### [WHAT THE EXERCISE ASKS]
The records follow. Filter them to the lines that hold "Venus".

(Items from a data source)
┌──

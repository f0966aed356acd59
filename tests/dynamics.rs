//! The propagator against real data (DE421), a published fact (the 1PN
//! perihelion advance of Mercury), finite differences of itself, and physical
//! invariants.

mod common;
use common::*;

use latens::dynamics::kepler::{Elements, elements_from_state, state_from_elements};
use latens::dynamics::{ForceModel, InitialState, Perturber, PropagationSettings, Propagator};
use latens::ephemeris::{Body, Ephemeris, EphemerisError, HeliocentricState, SpkFile, Tabulated, Vsop87};
use latens::units::{EARTH_MASS_SOLAR, GM_SUN_AU3_PER_DAY2, RAD_PER_ARCSEC, RAD_PER_DEG};
use latens::vec3::Vec3;

fn de421() -> SpkFile {
    SpkFile::open(&data_path("de421/excerpt.bsp")).unwrap()
}

#[test]
fn jupiter_from_its_de421_state_follows_de421_for_20_years() {
    // Source: JPL DE421 (PyPI skyfield-data), excerpt 2000-2025. Jupiter is
    // propagated as a massive body from its DE421 state at 2012-01-01; every
    // other planet (and Pluto) is read from DE421.
    //
    // What the model leaves out bounds the agreement: DE421 also has the Moon
    // separately from the Earth (folded here into the Earth-Moon barycentre,
    // an error far below the rest), 343 asteroids (Ceres alone moves Jupiter by
    // tens of km over decades), solar relativity and oblateness. Measured here:
    // see the print; the bound is about twice that.
    let eph = de421();
    let model = ForceModel::with_known(&[
        Body::Mercury,
        Body::Venus,
        Body::EarthMoonBarycenter,
        Body::Mars,
        Body::Saturn,
        Body::Uranus,
        Body::Neptune,
        Body::Pluto,
    ])
    .with_relativity(true);
    let t0 = 4383.5; // 2012-01-01T12:00 TDB
    let j = eph.heliocentric_state(Body::Jupiter, t0).unwrap();
    let init = InitialState {
        t0_tdb_days: t0,
        // A massless far-away companion: the propagator always carries a tracked body.
        tracked_position_au: Vec3::new(40.0, 0.0, 0.0),
        tracked_velocity_au_per_day: Vec3::new(0.0, 0.0027, 0.0),
        perturbers: vec![Perturber {
            gm_au3_per_day2: Body::Jupiter.gm_au3_per_day2(),
            position_au: j.position_au,
            velocity_au_per_day: j.velocity_au_per_day,
        }],
    };
    let epochs: Vec<f64> = (0..=80).map(|k| t0 - 3652.5 + 91.3125 * k as f64).collect();
    let traj =
        Propagator::new(&model, &eph, PropagationSettings::default()).unwrap().propagate(&init, &epochs).unwrap();
    let mut worst_km: f64 = 0.0;
    for (e, &t) in epochs.iter().enumerate() {
        let want = eph.heliocentric_state(Body::Jupiter, t).unwrap().position_au;
        worst_km = worst_km.max((traj.perturbers[0][e].position_au - want).norm() * 149_597_870.7);
    }
    eprintln!("Jupiter vs DE421 over 20 years: worst {worst_km:.1} km");
    // Measured 32.5 km (2026-12-01).
    assert!(worst_km < 65.0, "{worst_km} km");
}

#[test]
fn mercury_perihelion_advances_43_arcsec_per_century_from_relativity() {
    // Published fact: the 1PN solar term advances Mercury's perihelion by
    // about 43"/century (Einstein 1915; 42.98" is the standard value).
    // Mercury's a and e from memory (a = 0.387098 au, e = 0.205630).
    let el = Elements::from_semi_major_axis(
        0.387_098,
        0.205_630,
        7.0 * RAD_PER_DEG,
        48.3 * RAD_PER_DEG,
        29.1 * RAD_PER_DEG,
        0.0,
    )
    .unwrap();
    let (r, v) = state_from_elements(GM_SUN_AU3_PER_DAY2, &el).unwrap();
    let eph = Vsop87::new();
    let model = ForceModel::sun_only().with_relativity(true);
    let init =
        InitialState { t0_tdb_days: 0.0, tracked_position_au: r, tracked_velocity_au_per_day: v, perturbers: vec![] };
    let century = 36_525.0;
    let traj = Propagator::new(&model, &eph, PropagationSettings { tolerance: 1e-12, ..Default::default() })
        .unwrap()
        .propagate(&init, &[century])
        .unwrap();
    let end =
        elements_from_state(GM_SUN_AU3_PER_DAY2, traj.tracked[0].position_au, traj.tracked[0].velocity_au_per_day)
            .unwrap();
    // Longitude of perihelion (node + argument), the angle that precesses.
    let advance = latens::units::wrap_pi(end.node_rad + end.periapsis_arg_rad - el.node_rad - el.periapsis_arg_rad)
        / RAD_PER_ARCSEC;
    eprintln!("Mercury's perihelion advance from the 1PN term: {advance:.2}\"/century");
    assert!((advance - 42.98).abs() < 0.5, "{advance}");
}

/// A planet on a circular orbit in the xy plane: an ephemeris for the
/// restricted three-body test.
struct CircularPlanet {
    radius_au: f64,
    rate_rad_per_day: f64,
}

impl Ephemeris for CircularPlanet {
    fn description(&self) -> String {
        "circular test planet".into()
    }
    fn covered_tdb_days(&self, body: Body) -> Option<(f64, f64)> {
        (body == Body::Jupiter).then_some((-1e9, 1e9))
    }
    fn heliocentric_state(&self, body: Body, t: f64) -> Result<HeliocentricState, EphemerisError> {
        self.check_covered(body, t)?;
        let (s, c) = (self.rate_rad_per_day * t).sin_cos();
        let w = self.rate_rad_per_day * self.radius_au;
        Ok(HeliocentricState {
            body,
            t_tdb_days: t,
            position_au: Vec3::new(self.radius_au * c, self.radius_au * s, 0.0),
            velocity_au_per_day: Vec3::new(-w * s, w * c, 0.0),
        })
    }
}

#[test]
fn jacobi_constant_is_kept_in_the_circular_restricted_three_body_problem() {
    // Physical invariant (common practice): in the circular restricted
    // three-body problem the Jacobi integral E - n L_z, in barycentric inertial
    // coordinates, is constant for the massless body.
    let mu_s = GM_SUN_AU3_PER_DAY2;
    let mu_p = 1e-3 * mu_s;
    let a = 5.2;
    let n = ((mu_s + mu_p) / (a * a * a)).sqrt();
    let eph = CircularPlanet { radius_au: a, rate_rad_per_day: n };
    let model = ForceModel {
        gm_sun_au3_per_day2: mu_s,
        folded: vec![],
        known: vec![latens::dynamics::KnownBody { body: Body::Jupiter, gm_au3_per_day2: mu_p }],
        relativity: false,
        tracked_gm_au3_per_day2: 0.0,
    };
    let init = InitialState {
        t0_tdb_days: 0.0,
        // A nearly circular orbit at 12 au, clear of the planet at 5.2 au.
        tracked_position_au: Vec3::new(8.0, -9.0, 0.5),
        tracked_velocity_au_per_day: Vec3::new(0.003_71, 0.003_29, 0.000_1),
        perturbers: vec![],
    };
    let jacobi = |t: f64, r_h: Vec3, v_h: Vec3| {
        let p = eph.heliocentric_state(Body::Jupiter, t).unwrap();
        let m = mu_s + mu_p;
        let sun = -(mu_p / m) * p.position_au;
        let sun_v = -(mu_p / m) * p.velocity_au_per_day;
        let planet = sun + p.position_au;
        let (r, v) = (r_h + sun, v_h + sun_v);
        0.5 * v.norm_squared() - mu_s / (r - sun).norm() - mu_p / (r - planet).norm() - n * (r.x * v.y - r.y * v.x)
    };
    let epochs: Vec<f64> = (1..=20).map(|k| 365.25 * 50.0 * k as f64).collect();
    let traj =
        Propagator::new(&model, &eph, PropagationSettings::default()).unwrap().propagate(&init, &epochs).unwrap();
    let c0 = jacobi(0.0, init.tracked_position_au, init.tracked_velocity_au_per_day);
    let mut worst: f64 = 0.0;
    for (e, &t) in epochs.iter().enumerate() {
        let c = jacobi(t, traj.tracked[e].position_au, traj.tracked[e].velocity_au_per_day);
        worst = worst.max(((c - c0) / c0).abs());
    }
    eprintln!("Jacobi constant over 1000 years: worst relative drift {worst:.1e}");
    assert!(worst < 1e-11, "{worst:e}");
}

/// Perturbed W1-like configurations for the finite-difference checks.
fn configurations() -> Vec<InitialState> {
    let mut out = Vec::new();
    let gm_earth = EARTH_MASS_SOLAR * GM_SUN_AU3_PER_DAY2;
    for (k, (a_t, a_p, m_earth)) in
        [(44.0, 75.0, 5.0), (38.0, 55.0, 20.0), (60.0, 250.0, 300.0)].into_iter().enumerate()
    {
        let kk = k as f64;
        let t_el =
            Elements::from_semi_major_axis(a_t, 0.1, (12.0 + 9.0 * kk) * RAD_PER_DEG, 1.0 + kk, 2.0, 0.5 + kk).unwrap();
        let p_el = Elements::from_semi_major_axis(a_p, 0.2, (25.0 + 30.0 * kk) * RAD_PER_DEG, 3.0, 0.3 * kk, 4.0 - kk)
            .unwrap();
        let (rt, vt) = state_from_elements(GM_SUN_AU3_PER_DAY2, &t_el).unwrap();
        let (rp, vp) = state_from_elements(GM_SUN_AU3_PER_DAY2, &p_el).unwrap();
        out.push(InitialState {
            t0_tdb_days: 7000.0,
            tracked_position_au: rt,
            tracked_velocity_au_per_day: vt,
            perturbers: vec![Perturber {
                gm_au3_per_day2: m_earth * gm_earth,
                position_au: rp,
                velocity_au_per_day: vp,
            }],
        });
    }
    out
}

/// The giant planets as REBOUND integrated them (fixture of reference_nbody.rs).
fn rebound_planets() -> Tabulated {
    let rows = read_rows("nbody/planets_plain.csv");
    let bodies = [(5, Body::Jupiter), (6, Body::Saturn), (7, Body::Uranus), (8, Body::Neptune)];
    let samples = bodies
        .iter()
        .map(|&(naif, body)| {
            let mine: Vec<_> = rows.iter().filter(|r| num(r, "naif") as i32 == naif).collect();
            let first = num(mine[0], "t_tdb_days");
            let pos = mine.iter().map(|r| Vec3::new(num(r, "x_au"), num(r, "y_au"), num(r, "z_au"))).collect();
            (body, first, 40.0, pos)
        })
        .collect();
    Tabulated::from_samples("REBOUND planets", samples).unwrap()
}

fn with_param(init: &InitialState, param: usize, delta: f64) -> InitialState {
    let mut s = init.clone();
    let add = |v: &mut Vec3, c: usize| match c {
        0 => v.x += delta,
        1 => v.y += delta,
        _ => v.z += delta,
    };
    match param {
        0..=2 => add(&mut s.tracked_position_au, param),
        3..=5 => add(&mut s.tracked_velocity_au_per_day, param - 3),
        6..=8 => add(&mut s.perturbers[0].position_au, param - 6),
        9..=11 => add(&mut s.perturbers[0].velocity_au_per_day, param - 9),
        _ => s.perturbers[0].gm_au3_per_day2 += delta,
    }
    s
}

#[test]
fn variational_partials_match_central_finite_differences_for_all_13_parameters() {
    // The giant planets from REBOUND's smooth solution (tests/data/nbody), so
    // that the finite differences are not blurred by the short-period terms of
    // the VSOP87 series.
    let span = (7000.0 - 15.0 * 365.25, 7000.0 + 15.0 * 365.25);
    let model = ForceModel::with_known(&[Body::Jupiter, Body::Saturn, Body::Uranus, Body::Neptune]);
    let eph = rebound_planets();
    let epochs: Vec<f64> = (0..=10).map(|k| span.0 + (span.1 - span.0) * k as f64 / 10.0).collect();
    let mut worst: f64 = 0.0;
    let (mut resolved, mut noise_limited) = ([0usize; 13], 0usize);
    for init in configurations() {
        let settings = PropagationSettings { partials: true, tolerance: 1e-11, ..Default::default() };
        let traj = Propagator::new(&model, &eph, settings).unwrap().propagate(&init, &epochs).unwrap();
        // The plain propagations replay one step plan, so the differences see a
        // smooth function of the parameters.
        let plain = PropagationSettings { reuse_steps: true, tolerance: 1e-11, ..Default::default() };
        let mut prop = Propagator::new(&model, &eph, plain).unwrap();
        prop.propagate(&init, &epochs).unwrap();
        for (param, resolved_here) in resolved.iter_mut().enumerate() {
            let h = match param {
                0..=2 => 1e-3,
                3..=5 => 1e-6,
                6..=8 => 0.5,
                9..=11 => 5e-5,
                _ => 0.1 * init.perturbers[0].gm_au3_per_day2,
            };
            // Fourth-order central differences: [8(f(+h) - f(-h)) - (f(+2h) - f(-2h))] / 12h.
            let runs: Vec<_> = [h, -h, 2.0 * h, -2.0 * h]
                .iter()
                .map(|&d| prop.propagate(&with_param(&init, param, d), &epochs).unwrap())
                .collect();
            let component = |t: &latens::dynamics::Trajectory, e: usize, c: usize| {
                if c < 3 {
                    t.tracked[e].position_au.to_array()[c]
                } else {
                    t.tracked[e].velocity_au_per_day.to_array()[c - 3]
                }
            };
            for e in 0..epochs.len() {
                let fd: Vec<f64> = (0..6)
                    .map(|c| {
                        let f = |k: usize| component(&runs[k], e, c);
                        (8.0 * (f(0) - f(1)) - (f(2) - f(3))) / (12.0 * h)
                    })
                    .collect();
                let var: Vec<f64> = (0..6).map(|c| traj.tracked_partial(e, c, param)).collect();
                // Relative to the size of this parameter's position (or
                // velocity) column, plus the rounding noise of the differenced
                // propagations (measured up to 6e-14 au in a 40 au position;
                // allowed 1e-13 au and 1e-16 au/day, times 18/12 for the
                // four-point formula) divided by h. The perturber's partials
                // are small (1e-8..1e-4), so part of them is decided at that
                // noise level; the REBOUND comparison in reference_nbody.rs
                // (5e-15) tests them closely.
                for (block, noise) in [(0..3, 1e-13), (3..6, 1e-16)] {
                    let scale = var[block.clone()].iter().map(|x| x * x).sum::<f64>().sqrt();
                    let floor = 1.5 * noise / h;
                    for c in block {
                        let diff = (fd[c] - var[c]).abs();
                        assert!(
                            diff <= 1e-6 * scale + floor,
                            "parameter {param}, epoch {e}, component {c}: variational {} vs finite difference {}",
                            var[c],
                            fd[c]
                        );
                        if scale > 0.0 && floor < 1e-6 * scale {
                            worst = worst.max(diff / scale);
                            *resolved_here += 1;
                        } else {
                            noise_limited += 1;
                        }
                    }
                }
            }
        }
    }
    eprintln!(
        "variational vs finite differences: worst relative difference {worst:.1e} where resolved at 1e-6; \
         resolved comparisons per parameter {resolved:?}, {noise_limited} more decided at the noise floor"
    );
    // Every parameter must have been tested at the 1e-6 level somewhere.
    assert!(resolved.iter().all(|&n| n >= 10), "a parameter was never resolved at 1e-6: {resolved:?}");
}
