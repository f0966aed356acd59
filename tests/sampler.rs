//! The tempered ensemble sampler on densities with known answers (seeded).

use std::sync::atomic::{AtomicBool, AtomicU64, Ordering};

use latens::progress::{Observer, Stage};

/// An observer that asks to stop once the run has reported `at` steps done,
/// as a caller's Ctrl-C would; it records what it was told.
struct StopAt {
    at: u64,
    seen: AtomicU64,
    stop: AtomicBool,
    begun: AtomicBool,
}

impl StopAt {
    fn new(at: u64) -> Self {
        StopAt { at, seen: AtomicU64::new(0), stop: AtomicBool::new(false), begun: AtomicBool::new(false) }
    }
}

impl Observer for StopAt {
    fn begin(&self, stage: Stage, _total: u64) {
        assert_eq!(stage, Stage::Sampling);
        self.begun.store(true, Ordering::SeqCst);
    }
    fn advance(&self, done: u64) {
        self.seen.store(done, Ordering::SeqCst);
        if done == self.at {
            self.stop.store(true, Ordering::SeqCst);
        }
    }
    fn stop_requested(&self) -> bool {
        self.stop.load(Ordering::SeqCst)
    }
}

use latens::posterior::sampler::{
    Checkpoint, SamplerSettings, SamplerState, Target, autocorrelation_time, combined_evidence, rank_normalized_r_hat,
    run, split_r_hat, stepping_stone_evidence, thermodynamic_evidence,
};
use rand::SeedableRng;
use rand_distr::{Distribution, Normal, StandardNormal};
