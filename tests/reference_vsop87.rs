//! The embedded VSOP87A ephemeris against JPL DE421 over 1900-2050.
//! Fixture tests/data/de421/helio_1900_2050.csv: DE421 (PyPI skyfield-data)
//! heliocentric ICRF states read with jplephem (PyPI) by tests/data/de421/gen.py.
//! The bounds are the measured maxima (table in docs/ephemerides.md) rounded
//! up by about 20%, so a regression in the rotation or the series shows.

mod common;
use common::*;

use latens::ephemeris::{Body, Ephemeris, Vsop87};
use latens::frames::angular_separation;
use latens::units::J2000_JD;
use latens::vec3::Vec3;

struct Bound {
    body: Body,
    naif: i32,
    max_angle_arcsec: f64,
    max_distance_km: f64,
    max_speed_mm_s: f64,
}

#[test]
fn vsop87_matches_de421_1900_2050() {
    let bounds = [
        Bound { body: Body::Mercury, naif: 199, max_angle_arcsec: 0.05, max_distance_km: 12.0, max_speed_mm_s: 14.0 },
        Bound { body: Body::Venus, naif: 299, max_angle_arcsec: 0.03, max_distance_km: 16.0, max_speed_mm_s: 6.0 },
        Bound { body: Body::Earth, naif: 399, max_angle_arcsec: 0.03, max_distance_km: 20.0, max_speed_mm_s: 9.0 },
        Bound { body: Body::Mars, naif: 499, max_angle_arcsec: 0.052, max_distance_km: 61.0, max_speed_mm_s: 8.0 },
        Bound { body: Body::Jupiter, naif: 5, max_angle_arcsec: 0.37, max_distance_km: 1330.0, max_speed_mm_s: 26.0 },
        Bound { body: Body::Saturn, naif: 6, max_angle_arcsec: 0.32, max_distance_km: 2300.0, max_speed_mm_s: 38.0 },
        Bound { body: Body::Uranus, naif: 7, max_angle_arcsec: 1.9, max_distance_km: 26000.0, max_speed_mm_s: 136.0 },
        Bound { body: Body::Neptune, naif: 8, max_angle_arcsec: 2.6, max_distance_km: 57500.0, max_speed_mm_s: 133.0 },
    ];
    let rows = read_rows("de421/helio_1900_2050.csv");
    let vsop = Vsop87::new();
    let mut failures = Vec::new();
    eprintln!("body      max angle (\")  max distance (km)  max speed error (mm/s)");
    for b in &bounds {
        let (mut angle, mut dist, mut speed): (f64, f64, f64) = (0.0, 0.0, 0.0);
        let mut n = 0;
        for row in rows.iter().filter(|r| num(r, "naif") as i32 == b.naif) {
            let t = num(row, "jd_tdb") - J2000_JD;
            let want_p = Vec3::new(num(row, "x_au"), num(row, "y_au"), num(row, "z_au"));
            let want_v = Vec3::new(num(row, "vx_au_d"), num(row, "vy_au_d"), num(row, "vz_au_d"));
            let got = vsop.heliocentric_state(b.body, t).unwrap();
            angle = angle.max(angular_separation(got.position_au, want_p) / ARCSEC_RAD);
            dist = dist.max((got.position_au - want_p).norm() * 149_597_870.7);
            speed = speed.max((got.velocity_au_per_day - want_v).norm() * 149_597_870.7e6 / 86400.0);
            n += 1;
        }
        assert_eq!(n, 301, "{}", b.body);
        eprintln!("{:<9} {angle:>13.4}  {dist:>17.1}  {speed:>22.1}", b.body.name());
        if angle > b.max_angle_arcsec || dist > b.max_distance_km || speed > b.max_speed_mm_s {
            failures.push(format!("{}: {angle:.4}\" {dist:.1} km {speed:.1} mm/s", b.body));
        }
    }
    assert!(failures.is_empty(), "beyond the recorded bounds: {failures:?}");
}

└──

### [ANSWER TO THE PROBLEM]
        Body::Venus,
        Bound { body: Body::Venus, naif: 299, max_angle_arcsec: 0.03, max_distance_km: 16.0, max_speed_mm_s: 6.0 },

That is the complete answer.